**Try it:** Transcribe each record exactly. Include every one.
⟨
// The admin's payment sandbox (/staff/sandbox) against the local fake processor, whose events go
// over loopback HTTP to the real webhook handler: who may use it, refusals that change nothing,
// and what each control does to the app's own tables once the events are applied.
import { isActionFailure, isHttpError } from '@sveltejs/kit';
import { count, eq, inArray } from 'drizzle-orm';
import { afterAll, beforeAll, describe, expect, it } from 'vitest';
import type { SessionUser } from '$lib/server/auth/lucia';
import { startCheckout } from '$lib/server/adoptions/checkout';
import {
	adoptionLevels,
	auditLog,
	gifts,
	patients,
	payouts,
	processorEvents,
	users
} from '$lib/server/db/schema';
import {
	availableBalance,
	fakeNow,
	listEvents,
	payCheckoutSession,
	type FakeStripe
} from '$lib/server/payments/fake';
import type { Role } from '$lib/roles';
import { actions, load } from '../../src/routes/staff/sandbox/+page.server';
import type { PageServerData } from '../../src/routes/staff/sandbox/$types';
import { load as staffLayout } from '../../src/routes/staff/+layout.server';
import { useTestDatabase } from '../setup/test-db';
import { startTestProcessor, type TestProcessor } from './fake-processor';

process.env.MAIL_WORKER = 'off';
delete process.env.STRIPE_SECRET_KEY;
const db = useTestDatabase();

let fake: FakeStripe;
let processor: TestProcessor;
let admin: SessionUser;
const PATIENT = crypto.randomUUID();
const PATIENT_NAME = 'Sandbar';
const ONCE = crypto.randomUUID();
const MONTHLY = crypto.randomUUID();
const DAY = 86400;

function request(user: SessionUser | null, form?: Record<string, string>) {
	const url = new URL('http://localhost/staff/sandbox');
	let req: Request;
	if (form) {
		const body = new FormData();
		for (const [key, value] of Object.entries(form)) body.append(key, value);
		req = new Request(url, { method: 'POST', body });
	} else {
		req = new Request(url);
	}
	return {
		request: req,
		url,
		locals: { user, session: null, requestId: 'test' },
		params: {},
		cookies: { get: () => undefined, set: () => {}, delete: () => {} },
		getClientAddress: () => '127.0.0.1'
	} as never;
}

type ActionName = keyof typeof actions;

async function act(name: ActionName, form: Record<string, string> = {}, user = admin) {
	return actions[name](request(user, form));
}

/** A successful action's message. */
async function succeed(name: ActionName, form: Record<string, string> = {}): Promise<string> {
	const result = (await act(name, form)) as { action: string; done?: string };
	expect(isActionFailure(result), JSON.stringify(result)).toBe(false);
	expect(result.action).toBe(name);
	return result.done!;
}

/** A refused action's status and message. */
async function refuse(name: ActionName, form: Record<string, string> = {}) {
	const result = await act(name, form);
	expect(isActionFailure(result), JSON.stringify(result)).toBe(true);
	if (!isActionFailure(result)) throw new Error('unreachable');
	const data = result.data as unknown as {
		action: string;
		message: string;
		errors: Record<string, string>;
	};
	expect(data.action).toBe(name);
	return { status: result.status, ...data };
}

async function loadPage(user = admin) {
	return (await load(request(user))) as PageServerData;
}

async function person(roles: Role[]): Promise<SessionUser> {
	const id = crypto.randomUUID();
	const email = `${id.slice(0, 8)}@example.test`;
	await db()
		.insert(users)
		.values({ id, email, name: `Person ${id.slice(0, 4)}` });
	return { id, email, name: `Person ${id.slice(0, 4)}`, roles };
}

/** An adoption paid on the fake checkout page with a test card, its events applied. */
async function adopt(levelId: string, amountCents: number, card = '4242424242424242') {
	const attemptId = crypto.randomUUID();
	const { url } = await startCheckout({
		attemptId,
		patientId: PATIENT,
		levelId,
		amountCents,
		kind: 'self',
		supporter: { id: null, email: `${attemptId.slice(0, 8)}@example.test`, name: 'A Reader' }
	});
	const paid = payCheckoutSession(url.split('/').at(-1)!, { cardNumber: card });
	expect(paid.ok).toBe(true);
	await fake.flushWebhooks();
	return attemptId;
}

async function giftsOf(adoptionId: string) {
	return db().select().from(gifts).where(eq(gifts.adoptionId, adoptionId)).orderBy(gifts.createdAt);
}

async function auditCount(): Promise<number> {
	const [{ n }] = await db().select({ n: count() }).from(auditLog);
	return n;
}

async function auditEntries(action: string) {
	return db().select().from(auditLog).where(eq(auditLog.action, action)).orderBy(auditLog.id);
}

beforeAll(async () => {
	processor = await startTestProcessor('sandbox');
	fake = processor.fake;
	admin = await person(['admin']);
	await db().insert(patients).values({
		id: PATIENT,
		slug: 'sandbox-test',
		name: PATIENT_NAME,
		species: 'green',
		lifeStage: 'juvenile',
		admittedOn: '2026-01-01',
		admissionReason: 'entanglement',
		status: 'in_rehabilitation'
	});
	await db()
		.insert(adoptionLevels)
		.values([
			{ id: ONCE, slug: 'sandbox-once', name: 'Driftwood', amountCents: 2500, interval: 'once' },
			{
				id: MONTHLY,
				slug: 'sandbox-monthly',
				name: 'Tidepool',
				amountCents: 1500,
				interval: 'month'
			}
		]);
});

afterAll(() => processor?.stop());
⟩
**Answer:**
// The admin's payment sandbox (/staff/sandbox) against the local fake processor, whose events go
// over loopback HTTP to the real webhook handler: who may use it, refusals that change nothing,
// and what each control does to the app's own tables once the events are applied.
import { isActionFailure, isHttpError } from '@sveltejs/kit';
import { count, eq, inArray } from 'drizzle-orm';
import { afterAll, beforeAll, describe, expect, it } from 'vitest';
import type { SessionUser } from '$lib/server/auth/lucia';
import { startCheckout } from '$lib/server/adoptions/checkout';
import {
	adoptionLevels,
	auditLog,
	gifts,
	patients,
	payouts,
	processorEvents,
	users
} from '$lib/server/db/schema';
import {
	availableBalance,
	fakeNow,
	listEvents,
	payCheckoutSession,
	type FakeStripe
} from '$lib/server/payments/fake';
import type { Role } from '$lib/roles';
import { actions, load } from '../../src/routes/staff/sandbox/+page.server';
import type { PageServerData } from '../../src/routes/staff/sandbox/$types';
import { load as staffLayout } from '../../src/routes/staff/+layout.server';
import { useTestDatabase } from '../setup/test-db';
import { startTestProcessor, type TestProcessor } from './fake-processor';

process.env.MAIL_WORKER = 'off';
delete process.env.STRIPE_SECRET_KEY;
const db = useTestDatabase();

let fake: FakeStripe;
let processor: TestProcessor;
let admin: SessionUser;
const PATIENT = crypto.randomUUID();
const PATIENT_NAME = 'Sandbar';
const ONCE = crypto.randomUUID();
const MONTHLY = crypto.randomUUID();
const DAY = 86400;

function request(user: SessionUser | null, form?: Record<string, string>) {
	const url = new URL('http://localhost/staff/sandbox');
	let req: Request;
	if (form) {
		const body = new FormData();
		for (const [key, value] of Object.entries(form)) body.append(key, value);
		req = new Request(url, { method: 'POST', body });
	} else {
		req = new Request(url);
	}
	return {
		request: req,
		url,
		locals: { user, session: null, requestId: 'test' },
		params: {},
		cookies: { get: () => undefined, set: () => {}, delete: () => {} },
		getClientAddress: () => '127.0.0.1'
	} as never;
}

type ActionName = keyof typeof actions;

async function act(name: ActionName, form: Record<string, string> = {}, user = admin) {
	return actions[name](request(user, form));
}

/** A successful action's message. */
async function succeed(name: ActionName, form: Record<string, string> = {}): Promise<string> {
	const result = (await act(name, form)) as { action: string; done?: string };
	expect(isActionFailure(result), JSON.stringify(result)).toBe(false);
	expect(result.action).toBe(name);
	return result.done!;
}

/** A refused action's status and message. */
async function refuse(name: ActionName, form: Record<string, string> = {}) {
	const result = await act(name, form);
	expect(isActionFailure(result), JSON.stringify(result)).toBe(true);
	if (!isActionFailure(result)) throw new Error('unreachable');
	const data = result.data as unknown as {
		action: string;
		message: string;
		errors: Record<string, string>;
	};
	expect(data.action).toBe(name);
	return { status: result.status, ...data };
}

async function loadPage(user = admin) {
	return (await load(request(user))) as PageServerData;
}

async function person(roles: Role[]): Promise<SessionUser> {
	const id = crypto.randomUUID();
	const email = `${id.slice(0, 8)}@example.test`;
	await db()
		.insert(users)
		.values({ id, email, name: `Person ${id.slice(0, 4)}` });
	return { id, email, name: `Person ${id.slice(0, 4)}`, roles };
}

/** An adoption paid on the fake checkout page with a test card, its events applied. */
async function adopt(levelId: string, amountCents: number, card = '4242424242424242') {
	const attemptId = crypto.randomUUID();
	const { url } = await startCheckout({
		attemptId,
		patientId: PATIENT,
		levelId,
		amountCents,
		kind: 'self',
		supporter: { id: null, email: `${attemptId.slice(0, 8)}@example.test`, name: 'A Reader' }
	});
	const paid = payCheckoutSession(url.split('/').at(-1)!, { cardNumber: card });
	expect(paid.ok).toBe(true);
	await fake.flushWebhooks();
	return attemptId;
}

async function giftsOf(adoptionId: string) {
	return db().select().from(gifts).where(eq(gifts.adoptionId, adoptionId)).orderBy(gifts.createdAt);
}

async function auditCount(): Promise<number> {
	const [{ n }] = await db().select({ n: count() }).from(auditLog);
	return n;
}

async function auditEntries(action: string) {
	return db().select().from(auditLog).where(eq(auditLog.action, action)).orderBy(auditLog.id);
}

beforeAll(async () => {
	processor = await startTestProcessor('sandbox');
	fake = processor.fake;
	admin = await person(['admin']);
	await db().insert(patients).values({
		id: PATIENT,
		slug: 'sandbox-test',
		name: PATIENT_NAME,
		species: 'green',
		lifeStage: 'juvenile',
		admittedOn: '2026-01-01',
		admissionReason: 'entanglement',
		status: 'in_rehabilitation'
	});
	await db()
		.insert(adoptionLevels)
		.values([
			{ id: ONCE, slug: 'sandbox-once', name: 'Driftwood', amountCents: 2500, interval: 'once' },
			{
				id: MONTHLY,
				slug: 'sandbox-monthly',
				name: 'Tidepool',
				amountCents: 1500,
				interval: 'month'
			}
		]);
});

afterAll(() => processor?.stop());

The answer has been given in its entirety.